There's just one last thing to figure out... how can I get a value in (eg, a domain entity that I want to apply a Rule script on), without using a static (am thinking of using this in a web app)?
I've seen the use compiled delegates -- but that was for the previous version of Mono.CSharp, and it doesn't seem to work any longer.
Anybody have a suggestion on how to do this with the current version?
Thanks very much.
References:
* Injecting a variable into the Mono.CSharp.Evaluator (runtime compiling a LINQ query from string)
* http://naveensrinivasan.com/tag/mono/
I know it's almost 9 years later, but I think I found a viable solution to inject local variables. It is using a static variable but can still be used by multiple evaluators without collision.
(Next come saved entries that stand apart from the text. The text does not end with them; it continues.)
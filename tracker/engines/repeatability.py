"""Measurement repeatability and the least significant change (LSC) per measure.

Definitions (reference notes normal-limits.md section 7a; Bland JM, Altman DG,
Stat Methods Med Res 1999;8:135-60 [V]):

* Sw, the within-subject standard deviation of repeated scans of the same
  person, in the measure's catalogue unit (mm, %, cm/s, g/m2).
* Repeatability coefficient = least significant change between two scans:
  ``LSC = 1.96 * sqrt(2) * Sw = 2.77 * Sw``.  95% of differences between two
  scans of an unchanged person lie within +/- LSC.  Check value: Sw 1.0 mm ->
  LSC 2.77 mm (normal-limits.md section 9, check 18).
* With a coefficient of variation CV instead of Sw: relative LSC = 2.77 * CV
  (a fraction of the earlier value).  Some measures carry a published
  relative limit directly (GLS reference change value ~15%).

Default values, their sources, confidence tags and status (published /
provisional / placeholder / none) live in ``repeatability.toml`` beside this
module.  Wall-thickness values are placeholders until each lab measures its
own Sw (normal-limits.md 7c.1); a clinic's own values, passed in from its
settings, replace the defaults and are marked status ``"clinic"``.
"""

from __future__ import annotations

import math
import tomllib
from collections.abc import Mapping
from dataclasses import dataclass, replace
from importlib import resources

import pandas as pd

#: 1.96 * sqrt(2) = 2.7719...: the factor from Sw to the least significant change
#: between two measurements (Bland & Altman 1999 [V]; normal-limits.md 7a).
LSC_FACTOR = 1.96 * math.sqrt(2.0)

STATUSES = ("published", "provisional", "placeholder", "clinic", "none")

_FIELDS = ("unit", "sw", "cv", "relative_lsc", "status", "source", "tag", "note")


@dataclass(frozen=True)
class Repeatability:
    """Repeatability of one measure.

    ``sw`` is the within-subject SD in the catalogue ``unit``; ``cv`` a
    within-subject coefficient of variation and ``relative_lsc`` a least
    significant relative change, both as fractions (0.15 = 15%).
    """

    measure: str
    status: str
    source: str
    tag: str
    unit: str | None = None
    sw: float | None = None
    cv: float | None = None
    relative_lsc: float | None = None
    note: str = ""

    def __post_init__(self) -> None:
        if self.status not in STATUSES:
            raise ValueError(f"{self.measure}: unknown repeatability status {self.status!r}")
        for name in ("sw", "cv", "relative_lsc"):
            v = getattr(self, name)
            if v is not None and not (math.isfinite(v) and v > 0):
                raise ValueError(f"{self.measure}: {name} must be a positive number, got {v!r}")

    @property
    def lsc(self) -> float | None:
        """Absolute least significant change, 2.77 x Sw, in ``unit``; None without Sw."""
        return None if self.sw is None else lsc_from_sw(self.sw)

    @property
    def lsc_relative(self) -> float | None:
        """Least significant relative change (fraction of the earlier value), or None.

        A published relative limit is used as given; otherwise 2.77 x CV.
        """
        if self.relative_lsc is not None:
            return self.relative_lsc
        if self.cv is not None:
            return LSC_FACTOR * self.cv
        return None


def lsc_from_sw(sw: float) -> float:
    """Least significant change from a within-subject SD: 1.96 x sqrt(2) x Sw (same unit)."""
    if not (math.isfinite(sw) and sw > 0):
        raise ValueError(f"within-subject SD must be a positive number, got {sw!r}")
    return LSC_FACTOR * sw


def _default_table() -> dict[str, dict]:
    text = resources.files("tracker.engines").joinpath("repeatability.toml").read_text("utf-8")
    return tomllib.loads(text)


def load_repeatability(
    clinic_values: Mapping[str, float | Mapping[str, object]] | None = None,
) -> dict[str, Repeatability]:
    """Repeatability of every measure: defaults from ``repeatability.toml``,
    overridden by the clinic's own values.

    ``clinic_values`` maps a measure code either to a within-subject SD (a
    number, catalogue unit) or to a mapping with any of ``sw``, ``cv``,
    ``relative_lsc``, ``unit``, ``source``, ``note``.  A measure the clinic
    sets gets status ``"clinic"``; its ``source`` should say where the lab's
    figure comes from (default text says "clinic setting").  Fields the clinic
    does not give keep their default values.
    """
    out: dict[str, Repeatability] = {}
    for measure, entry in _default_table().items():
        unknown = set(entry) - set(_FIELDS)
        if unknown:
            raise ValueError(f"repeatability.toml [{measure}]: unknown fields {sorted(unknown)}")
        out[measure] = Repeatability(measure=measure, **entry)
    for measure, given in (clinic_values or {}).items():
        fields: dict[str, object] = {"sw": float(given)} if isinstance(given, (int, float)) else dict(given)
        unknown = set(fields) - {"sw", "cv", "relative_lsc", "unit", "source", "note"}
        if unknown:
            raise ValueError(f"clinic repeatability for {measure!r}: unknown fields {sorted(unknown)}")
        fields.setdefault("source", "clinic setting (the lab's own measurement)")
        base = out.get(measure) or Repeatability(measure=measure, status="none", source="", tag="none")
        for k in ("sw", "cv", "relative_lsc"):
            if fields.get(k) is not None:
                fields[k] = float(fields[k])  # type: ignore[arg-type]
        out[measure] = replace(base, status="clinic", tag="clinic", **fields)  # type: ignore[arg-type]
    return out


def lsc(measure: str, table: Mapping[str, Repeatability] | None = None) -> float | None:
    """Absolute least significant change of ``measure`` (2.77 x Sw, catalogue unit).

    None when no within-subject SD is known for the measure (see ``lsc_relative``
    and the status in the table).  Raises KeyError for a measure not in the table.
    """
    table = load_repeatability() if table is None else table
    return table[measure].lsc


def lsc_table(table: Mapping[str, Repeatability] | None = None) -> pd.DataFrame:
    """The repeatability table as a DataFrame, one row per measure.

    Columns: measure, unit, sw, lsc (= 2.77 x sw, unit), cv, lsc_relative
    (fraction of the earlier value), status, tag, source, note.  Missing values
    are NaN.  This is the ``lsc_table`` argument of
    ``tracker.engines.trends.consecutive_changes``.
    """
    table = load_repeatability() if table is None else table
    rows = []
    for r in table.values():
        rows.append(
            {
                "measure": r.measure,
                "unit": r.unit,
                "sw": math.nan if r.sw is None else r.sw,
                "lsc": math.nan if r.lsc is None else r.lsc,
                "cv": math.nan if r.cv is None else r.cv,
                "lsc_relative": math.nan if r.lsc_relative is None else r.lsc_relative,
                "status": r.status,
                "tag": r.tag,
                "source": r.source,
                "note": r.note,
            }
        )
    return pd.DataFrame(rows, columns=["measure", "unit", "sw", "lsc", "cv", "lsc_relative",
                                       "status", "tag", "source", "note"])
You can use a static Dictionary<string, object> which holds the reference to be injected. Let's say we are doing all this from within our class CsharpConsole:
public class CsharpConsole {
public static Dictionary<string, object> InjectionRepository {get; set; } = new Dictionary<string, object>();
}
The idea is to temporarily place the value in there with a GUID as key so there won't be any conflict between multiple evaluator instances. To inject do this:
public void InjectLocal(string name, object value, string type=null) {
var id = Guid.NewGuid().ToString();
InjectionRepository[id] = value;
type = type ?? value.GetType().FullName;
// note for generic or nested types value.GetType().FullName won't return a compilable type string, so you have to set the type parameter manually
var success = _evaluator.Run($"var {name} = ({type})MyNamespace.CsharpConsole.InjectionRepository[\"{id}\"];");
// clean it up to avoid memory leak
InjectionRepository.Remove(id);
}
Also for accessing local variables there is a workaround using Reflection so you can have a nice [] accessor with get and set:
public object this[string variable]
{
get
{
FieldInfo fieldInfo = typeof(Evaluator).GetField("fields", BindingFlags.NonPublic | BindingFlags.Instance);
if (fieldInfo != null)
{
var fields = fieldInfo.GetValue(_evaluator) as Dictionary<string, Tuple<FieldSpec, FieldInfo>>;
if (fields != null)
{
if (fields.TryGetValue(variable, out var tuple) && tuple != null)
{
var value = tuple.Item2.GetValue(_evaluator);
return value;
}
}
}
return null;
}
set
{
InjectLocal(variable, value);
}
}
Using this trick, you can even inject delegates and functions that your evaluated code can call from within the script. For instance, I inject a print function which my code can call to ouput something to the gui console window:
public delegate void PrintFunc(params object[] o);
public void puts(params object[] o)
{
// call the OnPrint event to redirect the output to gui console
if (OnPrint!=null)
OnPrint(string.Join("", o.Select(x => (x ?? "null").ToString() + "\n").ToArray()));
}
This puts function can now be easily injected like this:
InjectLocal("puts", (PrintFunc)puts, "CsInterpreter2.PrintFunc");
And just be called from within your scripts:
puts(new object[] { "hello", "world!" });
Note, there is also a native function print but it directly writes to STDOUT and redirecting individual output from multiple console windows is not possible.